Nasional

Tiga Tantangan Moderasi Beragama di Indonesia

Menag (2014-2019) Lukman Hakim Saifuddin

Menag (2014-2019) Lukman Hakim Saifuddin

Jakarta (Kemenag) --- Pemerintah tengah mengarusutamakan penguatan moderasi beragama (MB) yang menjadi salah satu program prioritas nasional. Moderasi beragama adalah cara pandang, sikap, dan praktik beragama dalam kehidupan bersama, dengan cara mengejawantahkan esensi ajaran agama yang melindungi martabat kemanusiaan dan membangun kemaslahatan umum, berlandaskan prinsip adil, berimbang, dan menaati konstitusi sebagai kesepakatan berbangsa.

Menteri Agama (2014-2019) Lukman Hakim Saifuddin mengatakan, setidaknya ada tiga tantangan yang harus dihadapi dalam proses penguatan MB. Pertama, berkembangnya pemahamaan dan pengamalan keagamaan yang berlebihan, melampaui batas, dan ekstrem, sehingga malah bertolak belakang dengan esensi ajaran agama.

“Esensi ajaran agama adalah memanusiakan manusia. Pemahaman keagamaan disebut berlebihan dan ekstrem, jika justru mengingkari nilai kemanusiaan dengan mengatasnamakan agama,” jelas Lukman Hakim Saifuddin dalam Rapat Koordinasi dan Percepatan Pelaksanaan Program Moderasi Beragama, Kamis (19/8/2021).
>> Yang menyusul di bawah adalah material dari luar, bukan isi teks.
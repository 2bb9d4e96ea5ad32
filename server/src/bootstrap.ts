import 'reflect-metadata';
import cookieParser from 'cookie-parser';
import { NestFactory } from '@nestjs/core';
import type { NestExpressApplication } from '@nestjs/platform-express';
import { AppModule } from './app.module.ts';
import type { Config } from './platform/config/config.ts';
import { serveApiDocs } from './platform/http/api-docs.ts';
import { JSON_LIMIT_BYTES, limitBody } from './platform/http/body-limits.ts';
import { demandJson } from './platform/http/body-types.ts';
import { serveClient } from './platform/http/client-files.ts';
import { fromHere } from './platform/http/from-here.ts';
import { noStore, securityHeaders } from './platform/http/security-headers.ts';
import { LiveAdapter } from './platform/realtime/live.adapter.ts';
import { createLogger, NestLog, requestLog } from './platform/logging/logging.ts';

/**
 * The whole app, ready to listen. Routes lie under `/api` (the prefix is set here: a controller says `scopes`, not
 * `api/scopes`); every other address is the client's.
 */
export async function bootstrap(config: Config): Promise<NestExpressApplication> {
  const logger = createLogger(config);
  const app = await NestFactory.create<NestExpressApplication>(AppModule.register(config), {
    logger: new NestLog(logger),
    bodyParser: false,
    rawBody: true,
    abortOnError: false,
  });
  app.disable('x-powered-by');
  app.set('trust proxy', config.trustProxy);
  app.setGlobalPrefix('api');
  app.use(requestLog(logger));
  app.use(securityHeaders(config));
  app.use(noStore);
  if (config.clientDist !== null) serveClient(app, config.clientDist);
  app.use(fromHere(config));
  app.use(cookieParser());
  app.use(demandJson);
  app.useBodyParser('json', { limit: JSON_LIMIT_BYTES, strict: true });
  app.use(limitBody);
  app.useWebSocketAdapter(new LiveAdapter(app, config));
  if (config.mode === 'development') await serveApiDocs(app);
  return app;
}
Tantangan kedua, lanjut pria yang akrab disapa LHS ini, adalah munculnya klaim kebenaran atas tafsir agama. Menurutnya, ada sebagian orang yang merasa paham tafsir keagamaannya sajalah yang paling benar, lalu memaksa orang lain yang berbeda untuk mengikuti pahamnya, bahkan bila perlu dengan menggunakan cara paksaan dan kekerasan.
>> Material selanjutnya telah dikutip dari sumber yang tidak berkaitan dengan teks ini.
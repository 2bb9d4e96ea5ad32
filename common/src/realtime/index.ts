import { z } from 'zod';
import { idSchema } from '../api/index.ts';

/**
 * Hints over the socket: ids and sequence numbers, never rows, so a rival's price cannot leak. A client refetches
 * what a hint names; on a gap in `seq` or a reconnect it refetches all active live queries once.
 */
export type Hint =
  | { topic: 'scopes' }
  | { topic: 'scope'; scopeId: string; seq: number }
  | { topic: 'bids'; scopeId: string; seq: number }
  | { topic: 'own_bid'; scopeId: string }
  | { topic: 'subcontract'; subcontractId: string; seq: number }
  | { topic: 'visits' }
  | { topic: 'thread'; threadId: string; seq: number }
  | { topic: 'money'; subcontractId: string };

export const watchSchema = z.discriminatedUnion('topic', [
  z.strictObject({ topic: z.literal('scope'), id: idSchema }),
  z.strictObject({ topic: z.literal('subcontract'), id: idSchema }),
  z.strictObject({ topic: z.literal('thread'), id: idSchema }),
]);
export type Watch = z.infer<typeof watchSchema>;

/** Answer to `watch`: joined, or not (unknown and foreign ids answer the same). */
export interface WatchAck {
  ok: boolean;
}

export interface ServerToClientEvents {
  hint: (hint: Hint) => void;
  /** The session ended elsewhere or ran out; the client signs in again. */
  session_ended: () => void;
}

export interface ClientToServerEvents {
  watch: (watch: Watch, ack: (answer: WatchAck) => void) => void;
  unwatch: (watch: Watch) => void;
}
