import { type DynamicModule, Module } from '@nestjs/common';
import { AuthModule } from './platform/auth/auth.module.ts';
import type { Config } from './platform/config/config.ts';
import { HttpModule } from './platform/http/http.module.ts';
import { PlatformModule } from './platform/platform.module.ts';

/** Features, one line each. */
const features: NonNullable<DynamicModule['imports']> = [];

@Module({})
export class AppModule {
  static register(config: Config): DynamicModule {
    return {
      module: AppModule,
      imports: [PlatformModule.register(config), HttpModule, AuthModule, ...features],
    };
  }
}
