import { grantAppRole } from './database/grants.ts';
import { migrate } from './database/migrator.ts';
import { prepareQueues } from './platform/jobs/prepare-queues.ts';
import { readOwnerUrl } from './platform/config/config.ts';

try {
  const ownerUrl = readOwnerUrl();
  await migrate(ownerUrl, (line) => console.log(line));
  await prepareQueues(ownerUrl);
  await grantAppRole(ownerUrl);
} catch (error) {
  // The driver's error object holds whole type tables; its message says what a person needs.
  console.error(error instanceof Error ? error.message : 'The migration failed');
  process.exit(1);
}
“Ini yang disebut melampaui batas dan berlebihan dalam beragama. Jadi, klaim kebenaran sepihak lalu memaksakan kehendak,” tuturnya.

Tantangan ketiga, pemahaman yang justru merongrong atau mengancam, bahkan merusak ikatan kebangsaaan. LHS mencontohkan pemahaman orang yang atas nama agama lalu menyalahkan Pancasila, mengharamkan hormat bendera, mengkafirkan orang yang menyanyikan lagu Indonesia Raya, bahkan mengajarkan bahwa nasionalisme tidak penting karena tidak diajarkan agama.

“Ini adalah cara pandang, sikap, dan praktik beragama yang berlebihan dan melampaui batas dalam konteks keindonesiaan kita. Cara pandang ini harus dimoderasi,” tegas LHS.

“Jadi yang dimoderasi, diposisikan untuk berada di tengah, tidak ekstrem kanan dan kiri, itu cara beragamanya, bukan agama itu sendiri,” sambungnya.

Terkait tiga tantangan tersebut, LHS menegaskan bahwa kebijakan penguatan MB diarahkan pada upaya membentuk SDM Indonesia yang berpegang teguh dengan nilai dan esensi ajaran agama, berorientasi menciptakan kemaslahatan umum, dan menjunjung tinggi komitmen kebangsaan.